MATERIAL TO PROCESS –
---*---
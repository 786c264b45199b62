/**
 * `build(key)` computed once per key and kept: for tables and scratch buffers that depend only
 * on a size (dimension, photon number), of which a process sees a handful.
 */
export function memoByKey<K, V>(build: (key: K) => V): (key: K) => V {
  const kept = new Map<K, V>();
  return (key) => {
    let value = kept.get(key);
    if (value === undefined) {
      value = build(key);
      kept.set(key, value);
    }
    return value;
  };
}
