/**
 * Invented counts from a known state, for tests, examples and demo data: n_k ~ Poisson(μ_k + A_k)
 * with μ_k = R · t_k · η_k · Tr(ρ P_k) (R the pair rate) and, when singles are simulated,
 * accidentals A_k = r_a r_b τ t_k and singles s ~ Poisson(r t_k) (physics contract §3).
 */
import type { CountsRow, DensityMatrix, SetupConventions } from "./types";
import { buildModel } from "./measurementModel";
import { expectedCounts } from "./likelihood";
import { fromPlain } from "./linalg/complexMatrix";
import { poisson, randomStream } from "./random";

export interface SimulationOptions {
  rho: DensityMatrix;
  settings: CountsRow["setting"][];
  /** Detected pairs per second at efficiency 1 (Tr σ). */
  pairRate: number;
  /** Exposure per row (one number for all rows), seconds; default 1. */
  seconds?: number | number[];
  efficiencies?: number[];
  seed: number;
  conventions?: SetupConventions;
  /** Adds singles columns and accidental coincidences. */
  singles?: { rateA: number; rateB: number; windowNs: number };
  /** Return the exact expectations instead of Poisson draws (not whole numbers). */
  noiseless?: boolean;
}

export function simulateCounts(options: SimulationOptions): CountsRow[] {
  const model = buildModel(options.settings, options.conventions);
  const k = model.rows;
  const seconds = Array.from({ length: k }, (_, i) =>
    Array.isArray(options.seconds) ? options.seconds[i] : (options.seconds ?? 1),
  );
  const eta = Array.from({ length: k }, (_, i) => options.efficiencies?.[i] ?? 1);
  const weights = Float64Array.from(seconds, (t, i) => t * eta[i] * options.pairRate);
  const mu = expectedCounts(model, weights, fromPlain(options.rho));
  const rng = randomStream(options.seed);
  return options.settings.map((setting, i) => {
    const row: CountsRow = { setting, counts: 0 };
    if (seconds[i] !== 1 || Array.isArray(options.seconds) || options.seconds !== undefined) row.seconds = seconds[i];
    if (options.efficiencies) row.efficiency = eta[i];
    let mean = Math.max(0, mu[i]);
    if (options.singles) {
      const { rateA, rateB, windowNs } = options.singles;
      mean += rateA * rateB * windowNs * 1e-9 * seconds[i];
      row.singlesA = options.noiseless ? rateA * seconds[i] : poisson(rateA * seconds[i], rng);
      row.singlesB = options.noiseless ? rateB * seconds[i] : poisson(rateB * seconds[i], rng);
    }
    row.counts = options.noiseless ? mean : poisson(mean, rng);
    return row;
  });
}
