/**
 * The closest density matrix (Frobenius norm) to a unit-trace Hermitian estimate:
 * Smolin, Gambetta, Smith, "Efficient method for computing the maximum-likelihood quantum
 * state from measurements with additive Gaussian noise", Phys. Rev. Lett. 108, 070502
 * (2012), the algorithm of their Fig. 1 — sort the eigenvalues, zero the most negative ones
 * and spread their weight evenly over the rest, O(d³) for the eigen-decomposition.
 */
import { type CMatrix, hermitianPart, scale, traceRe } from "./linalg/complexMatrix";
import { fromSpectrum, hermitianEigen } from "./linalg/hermitianEigen";

/** Eigenvalues (descending, summing to 1) → the nearest probability vector, as in Smolin et al. */
export function projectEigenvalues(mu: ArrayLike<number>): Float64Array {
  const d = mu.length;
  const lambda = Float64Array.from(mu);
  let a = 0;
  let i = d;
  while (i > 0 && lambda[i - 1] + a / i < 0) {
    a += lambda[i - 1];
    lambda[i - 1] = 0;
    i--;
  }
  for (let j = 0; j < i; j++) lambda[j] += a / i;
  return lambda;
}

/** ρ_SGS from any Hermitian σ with positive trace. */
export function projectToDensityMatrix(sigma: CMatrix): CMatrix {
  const t = traceRe(sigma);
  if (!(t > 0)) throw new Error("the linear estimate has trace ≤ 0; there are no counts to project");
  const { values, vectors } = hermitianEigen(hermitianPart(scale(sigma, 1 / t)));
  return fromSpectrum(vectors, projectEigenvalues(values));
}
---*---
Make an exact copy of every line in the data.

EXERCISE RESPONSE –
repository 786c264b45199b62
/**
 * `build(key)` computed once per key and kept: for tables and scratch buffers that depend only
 * on a size (dimension, photon number), of which a process sees a handful.
 */
export function memoByKey<K, V>(build: (key: K) => V): (key: K) => V {
  const kept = new Map<K, V>();
  return (key) => {
    let value = kept.get(key);
    if (value === undefined) {
      value = build(key);
      kept.set(key, value);
    }
    return value;
  };
}
/**
 * Invented counts from a known state, for tests, examples and demo data: n_k ~ Poisson(μ_k + A_k)
 * with μ_k = R · t_k · η_k · Tr(ρ P_k) (R the pair rate) and, when singles are simulated,
 * accidentals A_k = r_a r_b τ t_k and singles s ~ Poisson(r t_k) (physics contract §3).
 */
import type { CountsRow, DensityMatrix, SetupConventions } from "./types";
import { buildModel } from "./measurementModel";
import { expectedCounts } from "./likelihood";
import { fromPlain } from "./linalg/complexMatrix";
import { poisson, randomStream } from "./random";

export interface SimulationOptions {
  rho: DensityMatrix;
  settings: CountsRow["setting"][];
  /** Detected pairs per second at efficiency 1 (Tr σ). */
  pairRate: number;
  /** Exposure per row (one number for all rows), seconds; default 1. */
  seconds?: number | number[];
  efficiencies?: number[];
  seed: number;
  conventions?: SetupConventions;
  /** Adds singles columns and accidental coincidences. */
  singles?: { rateA: number; rateB: number; windowNs: number };
  /** Return the exact expectations instead of Poisson draws (not whole numbers). */
  noiseless?: boolean;
}

export function simulateCounts(options: SimulationOptions): CountsRow[] {
  const model = buildModel(options.settings, options.conventions);
  const k = model.rows;
  const seconds = Array.from({ length: k }, (_, i) =>
    Array.isArray(options.seconds) ? options.seconds[i] : (options.seconds ?? 1),
  );
  const eta = Array.from({ length: k }, (_, i) => options.efficiencies?.[i] ?? 1);
  const weights = Float64Array.from(seconds, (t, i) => t * eta[i] * options.pairRate);
  const mu = expectedCounts(model, weights, fromPlain(options.rho));
  const rng = randomStream(options.seed);
  return options.settings.map((setting, i) => {
    const row: CountsRow = { setting, counts: 0 };
    if (seconds[i] !== 1 || Array.isArray(options.seconds) || options.seconds !== undefined) row.seconds = seconds[i];
    if (options.efficiencies) row.efficiency = eta[i];
    let mean = Math.max(0, mu[i]);
    if (options.singles) {
      const { rateA, rateB, windowNs } = options.singles;
      mean += rateA * rateB * windowNs * 1e-9 * seconds[i];
      row.singlesA = options.noiseless ? rateA * seconds[i] : poisson(rateA * seconds[i], rng);
      row.singlesB = options.noiseless ? rateB * seconds[i] : poisson(rateB * seconds[i], rng);
    }
    row.counts = options.noiseless ? mean : poisson(mean, rng);
    return row;
  });
}
/**
 * The closest density matrix (Frobenius norm) to a unit-trace Hermitian estimate:
 * Smolin, Gambetta, Smith, "Efficient method for computing the maximum-likelihood quantum
 * state from measurements with additive Gaussian noise", Phys. Rev. Lett. 108, 070502
 * (2012), the algorithm of their Fig. 1 — sort the eigenvalues, zero the most negative ones
 * and spread their weight evenly over the rest, O(d³) for the eigen-decomposition.
 */
import { type CMatrix, hermitianPart, scale, traceRe } from "./linalg/complexMatrix";
import { fromSpectrum, hermitianEigen } from "./linalg/hermitianEigen";

/** Eigenvalues (descending, summing to 1) → the nearest probability vector, as in Smolin et al. */
export function projectEigenvalues(mu: ArrayLike<number>): Float64Array {
  const d = mu.length;
  const lambda = Float64Array.from(mu);
  let a = 0;
  let i = d;
  while (i > 0 && lambda[i - 1] + a / i < 0) {
    a += lambda[i - 1];
    lambda[i - 1] = 0;
    i--;
  }
  for (let j = 0; j < i; j++) lambda[j] += a / i;
  return lambda;
}

/** ρ_SGS from any Hermitian σ with positive trace. */
export function projectToDensityMatrix(sigma: CMatrix): CMatrix {
  const t = traceRe(sigma);
  if (!(t > 0)) throw new Error("the linear estimate has trace ≤ 0; there are no counts to project");
  const { values, vectors } = hermitianEigen(hermitianPart(scale(sigma, 1 / t)));
  return fromSpectrum(vectors, projectEigenvalues(values));
}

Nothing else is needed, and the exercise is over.